僕自身も外科の医師で在宅診療をしている方には会ったことがありません。しかも、心臓血管外科というジャンルから在宅診療に転じた医師はそうそういないでしょう。僕が在宅診療に関わるようになったのは、2002年の時。在宅診療が専門の新宿ヒロクリニックで週1回働くようになったのがきっかけです。当時僕が常勤の病院で主に診ていたのは心臓血管外科でした。在宅診療との共通点は、生死の境目を行き交う患者さんが治療対象であることでしょうか。

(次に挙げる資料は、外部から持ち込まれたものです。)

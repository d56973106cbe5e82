import type { ILLUMINATIONS } from '@/lib/schemas/scan';
import { LADDER_KEV } from './stopping-sets';

/** One scan to be simulated: which wafer, in which state, and how the file is written. */
export interface ScanState {
  key: string;
  waferKey: string;
  name: string;
  observable: 'fraction' | 'rate';
  temperatureK: number;
  illumination: (typeof ILLUMINATIONS)[number];
  /** Band bending in this state as a multiple of the wafer's own. */
  bendingFactor: number;
  energiesKeV: readonly number[];
  dress: 'comma' | 'semicolon' | 'blanks';
  notes: string;
}

const LAMP_RULE = 'Lamp and laser sources follow the laser-safety rules of the facility.';
const GATE_RULE = 'Gate bias: high voltage is a matter for the facility and its licensed staff.';
/** Off the ladder at 7 and 15 keV, so that interpolated stopping profiles are seen. */
const OFF_LADDER_KEV = [
  ...LADDER_KEV.filter((energy) => energy !== 8 && energy !== 16),
  7,
  15,
].sort((a, b) => a - b);

const DARK = {
  observable: 'fraction',
  illumination: 'dark',
  bendingFactor: 1,
  energiesKeV: LADDER_KEV,
  dress: 'comma',
  notes: '',
} as const;

export const SCAN_STATES: readonly ScanState[] = [
  {
    ...DARK,
    key: 'nb31-oxidised-dark',
    waferKey: 'nb31-oxidised',
    name: '260 K, dark',
    temperatureK: 260,
  },
  {
    ...DARK,
    key: 'nb31-annealed-dark',
    waferKey: 'nb31-annealed',
    name: '260 K, dark',
    temperatureK: 260,
  },
  {
    ...DARK,
    key: 'nb34-oxidised-dark',
    waferKey: 'nb34-oxidised',
    name: '260 K, dark',
    temperatureK: 260,
  },
  {
    ...DARK,
    key: 'nb34-oxidised-lamp',
    waferKey: 'nb34-oxidised',
    name: '260 K, ultraviolet lamp',
    temperatureK: 260,
    illumination: 'illuminated',
    bendingFactor: 0.25,
    notes: LAMP_RULE,
  },
  {
    ...DARK,
    key: 'nb34-oxidised-after',
    waferKey: 'nb34-oxidised',
    name: '260 K, after lamp',
    temperatureK: 260,
    illumination: 'after illumination',
    bendingFactor: 0.6,
    notes: LAMP_RULE,
  },
  {
    ...DARK,
    key: 'nb34-annealed-dark',
    waferKey: 'nb34-annealed',
    name: '240 K, dark',
    temperatureK: 240,
  },
  {
    ...DARK,
    key: 'nb34-annealed-gate-up',
    waferKey: 'nb34-annealed',
    name: '240 K, dark, gate biased up',
    temperatureK: 240,
    bendingFactor: 0.5,
    notes: GATE_RULE,
  },
  {
    ...DARK,
    key: 'nb34-annealed-gate-down',
    waferKey: 'nb34-annealed',
    name: '240 K, dark, gate biased down',
    temperatureK: 240,
    bendingFactor: 2.4,
    notes: GATE_RULE,
  },
  {
    ...DARK,
    key: 'nb37-oxidised-dark',
    waferKey: 'nb37-oxidised',
    name: '290 K, dark',
    temperatureK: 290,
    dress: 'blanks',
  },
  {
    ...DARK,
    key: 'nb37-annealed-dark',
    waferKey: 'nb37-annealed',
    name: '290 K, dark',
    temperatureK: 290,
    dress: 'blanks',
    energiesKeV: OFF_LADDER_KEV,
  },
  {
    ...DARK,
    key: 'hx204-fraction',
    waferKey: 'hx204',
    name: '205 K, dark',
    temperatureK: 205,
    dress: 'semicolon',
  },
  {
    ...DARK,
    key: 'hx204-rate',
    waferKey: 'hx204',
    name: '205 K, dark, capture rate',
    temperatureK: 205,
    dress: 'semicolon',
    observable: 'rate',
    notes: 'Reduced from temperature scans at each energy.',
  },
];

―なぜ外科から在宅診療に転身しようと思われたのですか?

心臓外科は治って当たり前の厳しい世界になりつつありました。そういった中で、失敗を恐れるあまり医師が治療に消極的になってしまうディフェンシング・メディスンも問題視されるようになっていたんです。病院の治療において、患者さんが喜ぶ顔を見られなくなっていったのは自分にとって大きなストレスでした。しかし、在宅医療は違いました。ご自宅を訪問すれば、患者さんから必要とされる医療があり、僕も医師として提供できる医療があったのです。開業当初のスタッフは薬剤師兼事務長、僕、1ヵ月遅れで入ってきた看護師の3人のみでした。僕以外は在宅医療の経験のない者ばかり。初めの4年間は夏休みも取れず、体力勝負でしたね。僕自身は医師になってから体を壊したことがなく、24時間体制で患者さんを支えなければならない在宅医療の現場も乗り切ることができました。大学時代にボート部で体を鍛えていたので、体力には自信があったんです。

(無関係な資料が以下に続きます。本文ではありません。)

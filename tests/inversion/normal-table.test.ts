import { readFileSync } from 'node:fs';
import { describe, expect, it } from 'vitest';
import erfc from '@stdlib/math-base-special-erfc';
import { normalInto } from '@/lib/inversion/statistics/normal-table';
import { chiSquareUpperTail } from '@/lib/inversion/statistics/chi-square';

function normal(t: number): { cdf: number; pdf: number } {
  const cdf = new Float64Array(1);
  const pdf = new Float64Array(1);
  normalInto(t, cdf, pdf, 0);
  return { cdf: cdf[0]!, pdf: pdf[0]! };
}

describe('the normal distribution', () => {
  // Source: Abramowitz and Stegun, Handbook of Mathematical Functions (1964), table 7.1; from memory, ten digits.
  it.each([
    [0.5, 0.5204998778],
    [1.0, 0.8427007929],
    [1.5, 0.9661051465],
    [2.0, 0.995322265],
  ])('gives erf %s of table 7.1', (x, erf) => {
    expect(1 - erfc(x)).toBeCloseTo(erf, 10);
    expect(2 * normal(x * Math.SQRT2).cdf - 1).toBeCloseTo(erf, 10);
  });

  // Source: Abramowitz and Stegun (1964), table 26.1; from memory, thirteen digits.
  it.each([
    [0, 0.5, 0.3989422804014],
    [1, 0.8413447460685, 0.2419707245191],
    [2, 0.9772498680518, 0.0539909665132],
    [3, 0.9986501019684, 0.0044318484119],
  ])('gives the distribution and density at %s of table 26.1', (t, cdf, pdf) => {
    expect(normal(t).cdf).toBeCloseTo(cdf, 10);
    expect(normal(t).pdf).toBeCloseTo(pdf, 10);
  });

  // Source: mpmath at 30 digits (fixtures/reference/inversion/normal.json). Tolerance: two units of rounding of a number near 1.
  it('agrees with mpmath to 4e-16 everywhere', () => {
    const { rows } = JSON.parse(
      readFileSync('fixtures/reference/inversion/normal.json', 'utf8'),
    ) as { rows: [number, number, number][] };
    expect(rows.length).toBeGreaterThan(150);
    for (const [t, cdf, pdf] of rows) {
      expect(Math.abs(normal(t).cdf - cdf), `cdf at ${t}`).toBeLessThan(4e-16);
      expect(Math.abs(normal(t).pdf - pdf), `pdf at ${t}`).toBeLessThan(4e-16);
    }
  });

  it('is 0 and 1 outside its table and refuses nothing', () => {
    expect(normal(-50)).toEqual({ cdf: 0, pdf: 0 });
    expect(normal(50)).toEqual({ cdf: 1, pdf: 0 });
  });

  // Source: Abramowitz and Stegun (1964), table 26.8: χ² exceeded with probability 0.05 and 0.001; from memory, five digits.
  it.each([
    [3.84146, 1, 0.05],
    [16.919, 9, 0.05],
    [10.828, 1, 0.001],
    [27.877, 9, 0.001],
  ])('gives the upper tail of χ² %s with %s degrees of freedom', (x, nu, tail) => {
    expect(chiSquareUpperTail(x, nu) / tail).toBeCloseTo(1, 3);
  });

  // Source: for two degrees of freedom the tail is exp(−x/2) exactly; 1 − cdf would give 0 here.
  it('keeps its digits far out in the tail', () => {
    expect(chiSquareUpperTail(200, 2) / Math.exp(-100)).toBeCloseTo(1, 10);
  });
});
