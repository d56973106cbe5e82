import { describe, expect, it } from 'vitest';
import {
  bootstrapBands,
  carrierProfile,
  fit,
  foldScan,
  InversionError,
  prepareFit,
  resample,
  simulateScan,
  valuesOf,
  type FitInput,
  type ParameterName,
} from '@/lib/inversion/index';
import { normalStream } from '@/lib/inversion/statistics/random';
import { answerOf, fractionInput, free, freeWith, rateInput } from './support/scans';

const truth = { edgeDepthNm: 75, edgeWidthNm: 16, levelTop: 0.74, levelBulk: 0.32 };

function fitted(change: Partial<FitInput> = {}, sigma = 0.004) {
  const template = fractionInput(change, sigma);
  const prepared = prepareFit({
    ...template,
    points: simulateScan({ input: template, values: truth, seed: 11 }),
  });
  return { prepared, answer: answerOf(fit(prepared)) };
}

const columnOf = (rows: Float64Array, width: number, k: number): number[] =>
  Array.from({ length: rows.length / width }, (_, r) => rows[r * width + k]!);
const meanOf = (list: readonly number[]): number => list.reduce((a, b) => a + b, 0) / list.length;
const scatterOf = (list: readonly number[]): number =>
  Math.sqrt(list.reduce((sum, x) => sum + (x - meanOf(list)) ** 2, 0) / (list.length - 1));

describe('resampling', () => {
  it('gives row r the same bits whatever the block', () => {
    const { prepared, answer } = fitted();
    const whole = resample(prepared, answer, { seed: 5, first: 0, count: 40 });
    const blocks = [7, 1, 12, 20].reduce<{ at: number; rows: number[] }>(
      ({ at, rows }, count) => ({
        at: at + count,
        rows: [...rows, ...resample(prepared, answer, { seed: 5, first: at, count })],
      }),
      { at: 0, rows: [] },
    );
    expect(blocks.rows).toEqual([...whole]);
    const again = fitted();
    expect([...resample(again.prepared, again.answer, { seed: 5, first: 0, count: 40 })]).toEqual([
      ...whole,
    ]);
    expect([...resample(prepared, answer, { seed: 6, first: 0, count: 40 })]).not.toEqual([
      ...whole,
    ]);
  });

  // Source: for a nearly linear problem the bootstrap scatter is the linear error bar. 600 rows know it to 3 % (1/√(2n)); four of
  // those plus a few per cent of curvature.
  it('scatters as the covariance says where the problem is nearly linear', () => {
    const { prepared, answer } = fitted(
      { parameters: { depthScale: free, levelBulk: freeWith(0.32, 0.02) } },
      0.002,
    );
    const rows = resample(prepared, answer, { seed: 1, first: 0, count: 600 });
    prepared.freeNames.forEach((name, k) => {
      const column = columnOf(rows, prepared.freeNames.length, k);
      const { sigma, value } = answer.parameters.find((parameter) => parameter.name === name)!;
      expect(scatterOf(column) / sigma!, name).toBeGreaterThan(0.85);
      expect(scatterOf(column) / sigma!, name).toBeLessThan(1.15);
      expect(Math.abs(meanOf(column) - value) / sigma!, name).toBeLessThan(0.25);
    });
  });

  // Source: priors are pseudo-observations, so a depth scale that only its prior knows scatters by the prior.
  it('resamples priors and nuisances too', () => {
    const { prepared, answer } = fitted({ parameters: { depthScale: free } });
    const rows = resample(prepared, answer, { seed: 2, first: 0, count: 600 });
    const scale = columnOf(
      rows,
      prepared.freeNames.length,
      prepared.freeNames.indexOf('depthScale' as ParameterName),
    );
    expect(scatterOf(scale)).toBeGreaterThan(0.03 * 0.9);
    expect(scatterOf(scale)).toBeLessThan(0.03 * 1.1);
  });

  // Source: the full fit, with its own search, of the very numbers that row r drew. Poor data (signal to noise 20) give several valleys.
  it.each(['graded', 'sharp'] as const)(
    'finds for each row the minimum that a full %s fit of the same numbers finds',
    (profile) => {
      const { prepared, answer } = fitted({ profile }, 0.02);
      const rows = resample(prepared, answer, { seed: 3, first: 0, count: 150 });
      const width = prepared.freeNames.length;
      const expected = foldScan(prepared, valuesOf(answer));
      for (let r = 0; r < 150; r++) {
        const normal = normalStream(3, r);
        const points = prepared.input.points.map((p, i) => ({
          ...p,
          value: expected[i]! + p.sigma * normal(),
        }));
        const outcome = fit(prepareFit({ ...prepared.input, points }), { intervalsFor: [] });
        if (outcome.status === 'no-minimum') continue;
        const values = {
          ...valuesOf(answer),
          ...Object.fromEntries(prepared.freeNames.map((name, k) => [name, rows[r * width + k]!])),
        };
        const predicted = foldScan(prepared, values);
        const chiSquare = points.reduce(
          (sum, p, i) => sum + ((p.value - predicted[i]!) / p.sigma) ** 2,
          0,
        );
        expect(chiSquare - outcome.answer.chiSquare, `row ${r}`).toBeLessThan(0.01);
        expect(chiSquare - outcome.answer.chiSquare, `row ${r}`).toBeGreaterThan(-0.01);
      }
    },
  );

  it('refuses a block that is no block', () => {
    const { prepared, answer } = fitted();
    for (const block of [
      { seed: 1, first: -1, count: 2 },
      { seed: 1.5, first: 0, count: 2 },
      { seed: 1, first: 0, count: NaN },
    ]) {
      expect(() => resample(prepared, answer, block)).toThrow(InversionError);
    }
  });
});

describe('bands', () => {
  // Source: order statistics of a known list, counted by hand: of the rows 0…100 the quantile u is 100u.
  it('are pointwise quantiles of the resampled profiles', () => {
    const template = rateInput({ profile: 'sharp' });
    const values = { edgeDepthNm: 70, levelTop: 0.05, levelBulk: 2 };
    const prepared = prepareFit({
      ...template,
      points: simulateScan({ input: template, values, seed: 1 }),
    });
    const answer = answerOf(fit(prepared));
    expect(prepared.freeNames).toEqual(['edgeDepthNm', 'levelTop', 'levelBulk']);
    const rows = Float64Array.from(
      Array.from({ length: 101 }, (_, r) => [70, 0.01, 0.01 + r]).flat(),
    );
    const bands = bootstrapBands(prepared, answer, rows, [10, 100]);
    // γ = 1e-6 cm³/s: 1 µs⁻¹ is 1e12 cm⁻³.
    expect(
      [bands.lower68[1]!, bands.upper68[1]!, bands.lower95[1]!, bands.upper95[1]!].map((p) =>
        Number((p / 1e12).toFixed(3)),
      ),
    ).toEqual([15.866, 84.134, 2.5, 97.5]);
    expect([...bands.lower95, ...bands.upper95].filter((_, k) => k % 2 === 0)).toEqual([0, 0]);
    expect(() => bootstrapBands(prepared, answer, rows.subarray(0, 4), [10])).toThrow(
      InversionError,
    );
  });

  it('hold the profile, nest, and the preview agrees with the bootstrap to a few hundredths of a share', () => {
    const { prepared, answer } = fitted({}, 0.003);
    const rows = resample(prepared, answer, { seed: 4, first: 0, count: 800 });
    const depthsNm = Array.from({ length: 41 }, (_, k) => 4 * k);
    const bootstrap = carrierProfile(
      prepared,
      answer,
      bootstrapBands(prepared, answer, rows, depthsNm),
    );
    const preview = carrierProfile(prepared, answer, null, { depthsNm });
    expect(bootstrap.bands).toBe('bootstrap');
    expect(preview.bands).toBe('delta');
    bootstrap.points.forEach((point, k) => {
      const quick = preview.points[k]!;
      for (const { lower95, lower68, value, upper68, upper95 } of [point, quick]) {
        expect(lower95!).toBeLessThanOrEqual(lower68!);
        expect(lower68!).toBeLessThanOrEqual(value + 0.01);
        expect(value).toBeLessThanOrEqual(upper68! + 0.01);
        expect(upper68!).toBeLessThanOrEqual(upper95!);
        expect(lower95!).toBeGreaterThanOrEqual(0);
        expect(upper95!).toBeLessThanOrEqual(1);
      }
      expect(Math.abs(quick.upper68! - point.upper68!)).toBeLessThan(0.04);
      expect(Math.abs(quick.lower68! - point.lower68!)).toBeLessThan(0.04);
    });
  });
});
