import { stoppingQuantile } from '../stopping/stopping-quantile';
import type { PreparedFit } from '../fit/prepared-fit';
import type { ParameterValues } from '../types';

/** Depth below the cap that the scan reaches: 95 % stopping quantile of the deepest enabled energy, times the depth scale. */
export function reachOf(
  prepared: PreparedFit,
  { depthScale = 1 }: ParameterValues,
  quantile = 0.95,
): number {
  const { input, profiles } = prepared;
  let deepest = 0;
  profiles.forEach((profile, index) => {
    if (profile && input.points[index]!.enabled)
      deepest = Math.max(deepest, stoppingQuantile(profile, quantile));
  });
  return Math.max(0, deepest * depthScale - input.capThicknessNm);
}
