import type { Metadata } from 'next';

import { read } from '@/app/_server/read';
import { SampleFacts } from '@/components/sample/sample-facts';
import { FitTable } from '@/components/sample/fit-table';
import { IssuedTable } from '@/components/sample/issued-table';
import { ScanTable } from '@/components/sample/scan-table';
import { ActionButton } from '@/components/ui/action-button';
import { ButtonLink } from '@/components/ui/button-link';
import { EmptyState } from '@/components/ui/empty-state';
import { InventedMark } from '@/components/ui/invented-mark';
import { Moment } from '@/components/ui/moment';
import { Notice } from '@/components/ui/notice';
import { PageHeader } from '@/components/ui/page-header';
import { Section } from '@/components/ui/section';
import { StateBadge } from '@/components/ui/state-badge';
import { listFits } from '@/db/access/fit/list-fits';
import { mayAct } from '@/db/access/policy';
import { listIssuedProfiles } from '@/db/access/profile/list-issued-profiles';
import { readSample } from '@/db/access/sample/read-sample';
import { listScans } from '@/db/access/scan/list-scans';

import { readViewer } from '../../read-viewer';
import { archiveSampleAction, restoreSampleAction } from '../actions';

export async function generateMetadata({
  params,
}: PageProps<'/samples/[sampleId]'>): Promise<Metadata> {
  const sample = await read(readSample, { id: (await params).sampleId });
  return { title: sample.name };
}

export default async function SamplePage({ params }: PageProps<'/samples/[sampleId]'>) {
  const { sampleId } = await params;
  const [viewer, sample, scans, archivedScans, fits, issued] = await Promise.all([
    readViewer(),
    read(readSample, { id: sampleId }),
    read(listScans, { sampleId }),
    read(listScans, { sampleId, archived: true }),
    read(listFits, { sampleId }),
    read(listIssuedProfiles),
  ]);
  const mayEdit = mayAct(viewer, 'edit data');
  const mayFit = mayAct(viewer, 'fit');
  const own = issued.filter((profile) => profile.sampleId === sample.id);
  const addScan = `/scans/new?sample=${sample.id}`;

  return (
    <>
      <PageHeader
        breadcrumb={[{ label: 'Samples', href: '/samples' }]}
        title={sample.name}
        badge={
          <>
            {sample.archivedAt && <StateBadge state="archived" />}
            {sample.invented && <InventedMark />}
          </>
        }
        meta={[
          sample.material,
          <>
            added by {sample.createdBy}, <Moment at={sample.createdAt} dateOnly />
          </>,
        ]}
        actions={
          mayEdit && !sample.archivedAt ? (
            <>
              <ActionButton
                action={archiveSampleAction}
                input={{ id: sample.id }}
                pendingLabel="Archiving …"
              >
                Archive
              </ActionButton>
              <ButtonLink href={`/samples/${sample.id}/edit`}>Edit</ButtonLink>
              <ButtonLink variant="primary" href={addScan}>
                Add an energy scan
              </ButtonLink>
            </>
          ) : null
        }
      />
      {sample.archivedAt && (
        <Notice
          kind="information"
          title="Archived"
          className="mt-4"
          action={
            mayEdit && (
              <ActionButton
                size="small"
                action={restoreSampleAction}
                input={{ id: sample.id }}
                pendingLabel="Restoring …"
              >
                Undo: restore the sample
              </ActionButton>
            )
          }
        >
          It is out of the lists since <Moment at={sample.archivedAt} />. Nothing was deleted.
        </Notice>
      )}
      <SampleFacts sample={sample} />
      <Section title="Energy scans">
        {scans.length > 0 ? (
          <ScanTable caption={`Energy scans of ${sample.name}`} scans={scans} mayFit={mayFit} />
        ) : (
          <EmptyState
            title="No energy scan yet."
            text={<p>A scan is a file, or typed points, with energy, value and uncertainty.</p>}
            action={
              mayEdit && !sample.archivedAt ? (
                <ButtonLink href={addScan}>Add an energy scan</ButtonLink>
              ) : null
            }
          />
        )}
        {archivedScans.length > 0 && (
          <details>
            <summary className="text-sm text-ink-2">{archivedScans.length} archived</summary>
            <ScanTable caption="Archived energy scans" scans={archivedScans} mayFit={false} />
          </details>
        )}
      </Section>
      <Section title="Fits">
        {fits.length > 0 ? (
          <FitTable caption={`Fits of ${sample.name}`} fits={fits} withSample={false} />
        ) : (
          <p className="text-sm text-ink-2">
            {scans.length > 0
              ? 'No fit yet. Press Fit beside a scan.'
              : 'A fit needs a scan first.'}
          </p>
        )}
      </Section>
      <Section title="Issued profiles">
        {own.length > 0 ? (
          <IssuedTable
            caption={`Issued profiles of ${sample.name}`}
            profiles={own}
            withSample={false}
          />
        ) : (
          <p className="text-sm text-ink-2">
            None yet. A fit that a reviewer accepts becomes an issued profile.
          </p>
        )}
      </Section>
    </>
  );
}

―外科の医師が訪問診療を行うメリットを教えてください。

訪問先で傷口を縫うなどの外科処置がすぐできるという点です。認知症の患者さんの場合、自分が頭を切っていることもわかっていないことがあります。家に入ったらそこらじゅう血まみれで、なにか事件に巻き込まれたのかと思ったこともありましたね。でも、本人は傷口に気がつかずに平然とガラスを拾っているんです。「おばあちゃん、頭切れてるよ」とその場で縫合処置を行いました。このように、1人暮らしの高齢者の場合は本人が怪我していることを理解しておらず、医師やホームヘルパーが訪問して初めて発見するというケースもあるんです。こういうときに、外科の医師だと処置まで手間がかかりませんね。ただし、外科の医師といえども訪問先で外科処置がなんでもできるというわけではなく、骨折などは病院で処置しています。